Where in the entries below does "pytest" appear? Copy every line that has it.

Data extracts section start

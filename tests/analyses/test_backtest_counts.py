"""A backtest of lines that stand for several loans, against that of the lines written out loan by loan."""

from __future__ import annotations

import json
import re
from pathlib import Path
from typing import Any

import numpy as np
import pandas as pd
import pytest

from stresskit.analyses.bands.predictive import predictive_draws
from stresskit.analyses.observed import LOST, MATURED, SURVIVED, incidence
from stresskit.analyses.past_cells import quantiles
from stresskit.evidence.pd_tests import binomial_p
from tests.cli.pools import same, written_out
from tests.cli.small_study import reworded, write_small_study
from tests.program import stresskit

TERM = "      - {loan: product, as: category, reference: fixed}\n"
CUTOFFS = ("2018-12", "2019-06", "2019-12")


def write_pair(folder: Path) -> None:
    """Folders ``lines`` and ``loans``; some loans are lost from sight in the middle of 2019, others right after a cut-off."""
    for kind in ("lines", "loans"):
        (folder / kind).mkdir()
        study = write_small_study(folder / kind, loans=300)
        panel = pd.read_csv(study.parent / "loans.csv")
        number = panel["id"].str[1:].astype(int)
        lost = (number % 7 == 3) & (panel["month"] > "2019-09") | (number % 11 == 5) & (
            panel["month"] > "2019-06"
        )
        panel, number = panel[~lost], number[~lost]
        panel["n"] = np.array([1, 2, 3, 5])[number % 4]
        text = reworded(
            study.read_text(), (TERM, f"{TERM}      - {{interaction: [product, unemployment_change]}}\n")
        )
        if kind == "lines":
            panel["owed"] *= panel["n"]
            text = reworded(text, ("rate: interest}", "rate: interest, count: n}"))
        else:
            panel = written_out(panel, amounts=())
        panel.to_csv(study.parent / "loans.csv", index=False)
        study.write_text(text)


def demand_same(lines: pd.DataFrame, loans: pd.DataFrame, what: str) -> None:
    """Every column alike: text and kinds of numbers as they are, numbers as in pools.same."""
    same(lines, loans, what, atol=1e-12)
    assert lines.dtypes.tolist() == loans.dtypes.tolist(), what


@pytest.mark.slow
def test_every_table_is_that_of_the_lines_written_out(tmp_path: Path) -> None:
    write_pair(tmp_path)
    told: list[dict[str, Any]] = []
    asked = [word for date in CUTOFFS for word in ("--cutoff", date)]
    for kind in ("lines", "loans"):
        done = stresskit("backtest", "study.yaml", *asked, "--out", "out", "--json", cwd=tmp_path / kind)
        assert done.returncode == 0, done.stderr
        told.append(json.loads(done.stdout))
    files = sorted(p.name for p in (tmp_path / "loans" / "out").glob("*.csv"))
    assert {
        "calibration.csv",
        "groups.csv",
        "payoff_scores.csv",
        "periods.csv",
        "ranking.csv",
        "totals.csv",
    } <= set(files)
    for file in files:
        demand_same(*(pd.read_csv(tmp_path / k / "out" / file) for k in ("lines", "loans")), file)
    for key in ("answer", "notes", "cautions"):
        assert told[0][key] == told[1][key]
    # what is compared is there: lines of several loans, loans not seen again, loans lost later, amounts at default
    out = tmp_path / "lines" / "out"
    assert (pd.read_csv(out / "summary.csv")["loans"] > 300).any()
    assert pd.read_csv(out / "totals.csv")["lost_loans"].gt(0).any()
    assert pd.read_csv(out / "groups.csv")["loss_at_model_lgd"].gt(0).any()
    assert any(
        re.match("2019-06: [1-9][0-9]* loans of the book have no row", note) for note in told[0]["notes"]
    )


def test_quantiles_are_those_of_the_values_written_out() -> None:
    rng = np.random.default_rng(7)
    shares = np.arange(1, 10) / 10
    for n in range(1, 60):
        values = rng.choice(rng.normal(size=1 + n // 2), n)
        count = rng.integers(1, 6, n).astype(np.float64)
        assert (
            quantiles(values, shares, count) == np.quantile(np.repeat(values, count.astype(int)), shares)
        ).all()
        assert (quantiles(values, shares, None) == np.quantile(values, shares)).all()


def test_quantiles_of_fractional_counts_rise_and_part_the_loans() -> None:
    rng = np.random.default_rng(8)
    values, count = rng.normal(size=4000), rng.uniform(0.05, 0.6, 4000)
    edges = quantiles(values, np.arange(1, 10) / 10, count)
    share = np.bincount(np.searchsorted(edges, values, side="right"), count, 10) / count.sum()
    assert np.allclose(share, 0.1, atol=1.5 / count.sum())


def test_incidence_is_that_of_the_loans_written_out() -> None:
    rng = np.random.default_rng(9)
    end, outcome = rng.integers(1, 9, 200), rng.choice([1, 2, LOST, MATURED, SURVIVED], 200)
    count = rng.integers(1, 5, 200).astype(np.float64)
    each = count.astype(int)
    found = incidence(end, outcome, 1, 8, count)
    assert np.allclose(found, incidence(np.repeat(end, each), np.repeat(outcome, each), 1, 8), rtol=1e-13)
    # a share does not change with the unit in which loans are counted, nor where all of them have gone
    gone = np.where(outcome <= 0, 1, outcome)
    assert np.allclose(incidence(end, outcome, 1, 8, 0.1 * count), found, rtol=1e-12)
    assert incidence(end, gone, 1, 8, 0.1 * count)[-1] == pytest.approx(
        count[gone == 1].sum() / count.sum(), rel=1e-12
    )


def test_the_binomial_test_of_fractional_numbers_lies_between_whole_ones() -> None:
    """Whole numbers keep their tails; between them the tails move without a jump."""
    p = np.array([0.01, 0.1, 0.4])
    upper, lower = binomial_p(np.full(3, 2.5), np.full(3, 20.0), p)
    low, high = (
        binomial_p(np.full(3, 2.0), np.full(3, 20.0), p),
        binomial_p(np.full(3, 3.0), np.full(3, 20.0), p),
    )
    assert ((high[0] < upper) & (upper < low[0])).all()
    assert ((low[1] < lower) & (lower < high[1])).all()
    near = binomial_p(np.full(3, 2.0 + 1e-9), np.full(3, 20.0 + 1e-9), p)
    assert np.allclose(near, low, rtol=1e-6)
    # no default, and nothing but defaults
    assert binomial_p(0.0, 2.5, 0.1)[0] == 1.0
    assert binomial_p(2.5, 2.5, 0.1)[1] == 1.0


def test_draws_of_a_fractional_number_at_risk_keep_their_mean() -> None:
    there = np.array([0.3, 1.4, 2.6, 0.0])
    drawn = predictive_draws(there * 0.2, at_risk=there, draws=40_000)
    error = np.sqrt(there * 0.2 / 40_000)
    assert (np.abs(drawn.mean(axis=0) - there * 0.2) <= 5 * error).all()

Data extracts section end

*Exercise response:*
import pytest
@pytest.mark.slow
    assert incidence(end, gone, 1, 8, 0.1 * count)[-1] == pytest.approx(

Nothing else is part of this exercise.